Grâce à elles, "on entre dans la vie privée des animaux"
Selon Jérôme Michalon, sociologue spécialisé dans la relation humains-animaux, les webcams modifient surtout notre rapport au monde animal. "Les humains deviennent spectateurs. C'est une relation de contemplation, presque une perspective naturaliste, comme lors d'une balade dans la nature", explique-t-il à francetv info, tout en soulignant qu'aucune étude n'a encore été menée sur notre attrait pour ces vidéos.
Cela témoigne bien de la montée du 'zoocentrisme', à savoir le fait que l'on se soucie des animaux.
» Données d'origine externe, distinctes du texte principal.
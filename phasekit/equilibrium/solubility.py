"""Solubility of a single salt in water, and its polytherm.

The saturated molality m of a salt M_p X_q whose solid is S = k (p M + q X) + n H2O solves

    k [p ln(p m γ_M) + q ln(q m γ_X)] + n ln a_w = ln K_S(T),

found by a safeguarded Newton iteration on ln m after a logarithmic scan has bracketed the
first root above infinite dilution. Of the solids made of that salt (its hydrates and its
anhydrous form), the stable one at a temperature is the least soluble: every solid of the salt
takes part, whatever its validity range, so that thermodynamics and not the range of the data
decides the stable solid; a solid used outside its range carries a warning. Transition
temperatures are found by root-finding (``scipy.optimize.brentq``) on the difference of the ln m
of two solids, not read off a grid.

References: Pitzer 1991, "Activity Coefficients in Electrolyte Solutions", 2nd ed., ch. 3
(activity model); Harvie, Møller & Weare 1984, Geochim. Cosmochim. Acta 48, 723 (solubility
products with the same model).
"""

from __future__ import annotations

import math
import warnings
import weakref
from dataclasses import dataclass, field

import numpy as np
import pandas as pd
from scipy.optimize import brentq, minimize_scalar

from phasekit.chemistry.salts import parse_salt, salt_formula_mass
from phasekit.errors import ConvergenceError, InputError, RangeError, ValidityWarning, warn_validity

#: warn when the temperature is this close (°C) to the edge of the chosen solid's range
EDGE_MARGIN_C = 2.0
#: highest molality searched (mol/kg water); beyond it the Pitzer model is far outside its data
M_SEARCH_MAX = 60.0

# logarithmic scan of ln m: coarse in the dilute range, 0.15 apart from 0.05 mol/kg up
_SCAN = np.unique(np.concatenate([np.linspace(math.log(1e-7), math.log(0.05), 15),
                                  np.arange(math.log(0.05), math.log(M_SEARCH_MAX), 0.15),
                                  [math.log(M_SEARCH_MAX)]]))


@dataclass
class SolubilityResult:
    """Solubility of a salt at one temperature.

    Attributes
    ----------
    salt : str
    solid : str
        Stable solid in equilibrium with the saturated solution (or the solid asked for).
    temp_c : float
    molality : float
        mol of anhydrous salt per kg water.
    grams_per_100g_water : float
        g of anhydrous salt per 100 g water.
    mass_percent : float
        Anhydrous salt, per cent of solution mass.
    water_activity : float
    warnings : list of str
        Validity-range warnings (also emitted as :class:`~phasekit.errors.ValidityWarning`).
    candidates : pandas.DataFrame
        Saturated molality and water activity of every solid of the salt considered (the stable
        one is the lowest; NaN where a solid does not saturate below ``M_SEARCH_MAX``).
    database : str
        Database the result was computed with ("embedded database" or the overlays on it).
    """

    salt: str
    solid: str
    temp_c: float
    molality: float
    grams_per_100g_water: float
    mass_percent: float
    water_activity: float
    warnings: list = field(default_factory=list)
    _cand: tuple = field(default=((), (), ()), repr=False)
    database: str = "embedded database"

    @property
    def candidates(self) -> pd.DataFrame:
        names, m, aw = self._cand
        return pd.DataFrame({"molality": list(m), "water_activity": list(aw)},
                            index=pd.Index(list(names), name="solid"))

    def as_dict(self) -> dict:
        return {
            "salt": self.salt, "solid": self.solid, "temp_c": self.temp_c, "molality": self.molality,
            "grams_per_100g_water": self.grams_per_100g_water, "mass_percent": self.mass_percent,
            "water_activity": self.water_activity, "warnings": list(self.warnings), "database": self.database,
        }


@dataclass(frozen=True)
class _SaltInfo:
    name: str  # canonical formula, e.g. "Na2SO4"
    ions: dict
    vec: np.ndarray  # ions per formula unit of salt, in model species order
    solids: tuple  # indices of the solids made of the salt (and water)
    molar_mass: float  # g/mol of the anhydrous salt
    t_lo: float  # union of the solids' validity ranges
    t_hi: float
    pairs: tuple  # (i_cation, i_anion) of the binary parameters


_INFO: weakref.WeakKeyDictionary = weakref.WeakKeyDictionary()


def _vec(model, ions):
    v = np.zeros(len(model.species))
    for s, n in ions.items():
        v[model.index[s]] = n
    return v


def salt_solids(model, salt: str) -> tuple[dict, list[int]]:
    """Ion stoichiometry of ``salt`` and indices of the solids made only of it (and water).

    Raises
    ------
    InputError
        Unknown salt, or a salt with no solid in the database.
    """
    ions = parse_salt(salt)
    vec = _vec(model, ions)
    out = []
    for k, nu in enumerate(model.solids.nu):
        if not model.solids.has_ions[k]:
            continue
        ratio = nu / np.where(vec > 0, vec, 1.0)
        if np.all((nu > 0) == (vec > 0)) and np.allclose(ratio[vec > 0], ratio[vec > 0][0]):
            out.append(k)
    if not out:
        single = sorted({_formula_of_ions(model.solids.solids[k].ions) for k in range(len(model.solids.names))
                         if model.solids.has_ions[k] and len(model.solids.solids[k].ions) == 2})
        raise InputError("salt", salt, "a salt with at least one solid in the database: " + ", ".join(single))
    return ions, out


def _info(model, salt: str) -> _SaltInfo:
    cache = _INFO.setdefault(model, {})
    hit = cache.get(salt)
    if hit is not None:
        return hit
    ions, idx = salt_solids(model, salt)
    name = _formula_of_ions(ions)
    rng = model.solids.t_range[idx]
    ci = {s: i for i, s in enumerate(model.cations)}
    ai = {s: i for i, s in enumerate(model.anions)}
    pairs = tuple((ci[c], ai[a]) for c in ions if c in ci for a in ions if a in ai)
    info = _SaltInfo(name, dict(ions), _vec(model, ions), tuple(idx), float(salt_formula_mass(name)),
                     float(rng[:, 0].min()), float(rng[:, 1].max()), pairs)
    cache[salt] = info
    return info


def _saturated_molality(model, ions: dict, solid_idx, temp_c: float, tol: float = 1e-11):
    """Saturated molality of the salt for each solid in ``solid_idx`` at one temperature.

    The first root above infinite dilution is bracketed on a logarithmic scan up to
    ``M_SEARCH_MAX``; where the scan shows no crossing, the highest point of the scan is refined
    by a bounded maximization, so that a narrow maximum of ln IAP (hydrates of very soluble salts,
    whose water activity falls fast) is not stepped over. The root is then refined by Newton's
    method on x = ln m with a bisection safeguard.

    Returns (molality array, ln a_w array); NaN where the solid does not saturate below
    ``M_SEARCH_MAX``.
    """
    solid_idx = list(solid_idx)
    k = len(solid_idx)
    vec = _vec(model, ions)
    nu = model.solids.nu[solid_idx]
    scale = (nu @ vec) / (vec @ vec)  # formula units of salt per formula unit of solid
    nw = model.solids.nw[solid_idx]
    ln_k = model.solids.ln_k(temp_c)[solid_idx]
    ln_vec = np.where(vec > 0, np.log(np.where(vec > 0, vec, 1.0)), 0.0)

    def resid(x, sc, w, lk):
        rows = np.exp(x)[:, None] * vec[None, :]
        ln_g, _, ln_aw, _, _ = model.compute(rows, temp_c)
        ln_iap = (x[:, None] + ln_vec[None, :] + ln_g) @ vec
        return sc * ln_iap + w * ln_aw - lk, ln_aw

    ns = len(_SCAN)
    f_scan, _ = resid(np.tile(_SCAN, k), np.repeat(scale, ns), np.repeat(nw, ns), np.repeat(ln_k, ns))
    f_scan = f_scan.reshape(k, ns)
    pos = f_scan > 0
    found = pos.any(axis=1) & ~pos[:, 0]
    first = np.where(found, pos.argmax(axis=1), 0)
    lo = np.where(found, _SCAN[np.maximum(first - 1, 0)], np.nan)
    hi = np.where(found, _SCAN[first], np.nan)
    for j in np.flatnonzero(~found & ~pos[:, 0]):
        # no crossing on the scan: look for a narrow maximum above zero near the highest scan point
        i = int(np.argmax(f_scan[j]))
        if f_scan[j, i] < -1.0 or i == 0:
            continue
        a, b = _SCAN[i - 1], _SCAN[min(i + 1, ns - 1)]

        def neg(x, j=j):
            return -resid(np.array([x]), scale[j:j + 1], nw[j:j + 1], ln_k[j:j + 1])[0][0]

        opt = minimize_scalar(neg, bounds=(a, b), method="bounded", options={"xatol": 1e-6})
        if -opt.fun > 0:
            found[j], lo[j], hi[j] = True, a, opt.x
    x = 0.5 * (lo + hi)
    h = 1e-6
    if found.any():
        sel = np.flatnonzero(found)
        xs, los, his = x[sel], lo[sel], hi[sel]
        sc2, nw2, lk2 = np.tile(scale[sel], 2), np.tile(nw[sel], 2), np.tile(ln_k[sel], 2)
        n = len(sel)
        for _ in range(80):
            fx, _ = resid(np.concatenate([xs, xs + h]), sc2, nw2, lk2)
            f0, df = fx[:n], (fx[n:] - fx[:n]) / h
            if np.all(np.abs(f0) < tol) or np.all(his - los < 1e-13):
                break
            up = f0 > 0
            his = np.where(up, xs, his)
            los = np.where(~up, xs, los)
            with np.errstate(divide="ignore", invalid="ignore"):
                xn = xs - f0 / df
            bad = ~np.isfinite(xn) | (xn <= los) | (xn >= his)
            xs = np.where(bad, 0.5 * (los + his), xn)
        else:
            raise ConvergenceError(
                f"solubility did not converge at {temp_c} °C", {"ln_m": xs.tolist(), "residual": f0.tolist()}
            )
        x[sel] = xs
    m = np.exp(x)
    ln_aw = np.full(k, np.nan)
    if found.any():
        ln_aw[found] = model.compute(m[found][:, None] * vec[None, :], temp_c)[2]
    return m, ln_aw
Avec les webcams, les humains peuvent voir de mieux en mieux les animaux et ces derniers sont de moins en moins dérangés.
Elles vont aussi plus loin que les documentaires animaliers, qui se limitent à une illustration des comportements de l'espèce (comme la prédation ou la reproduction). "Là, on découvre leur espace de vie" depuis notre bureau ou notre chambre, puisque la caméra est reliée à leur habitat direct. Difficile de ne pas s'en "sentir proche" : "On entre dans la vie privée des animaux. Il y a quelque chose de l'ordre du voyeurisme qui se joue. Quand on nous permet d'avoir accès à quelque chose de caché, c'est toujours fascinant."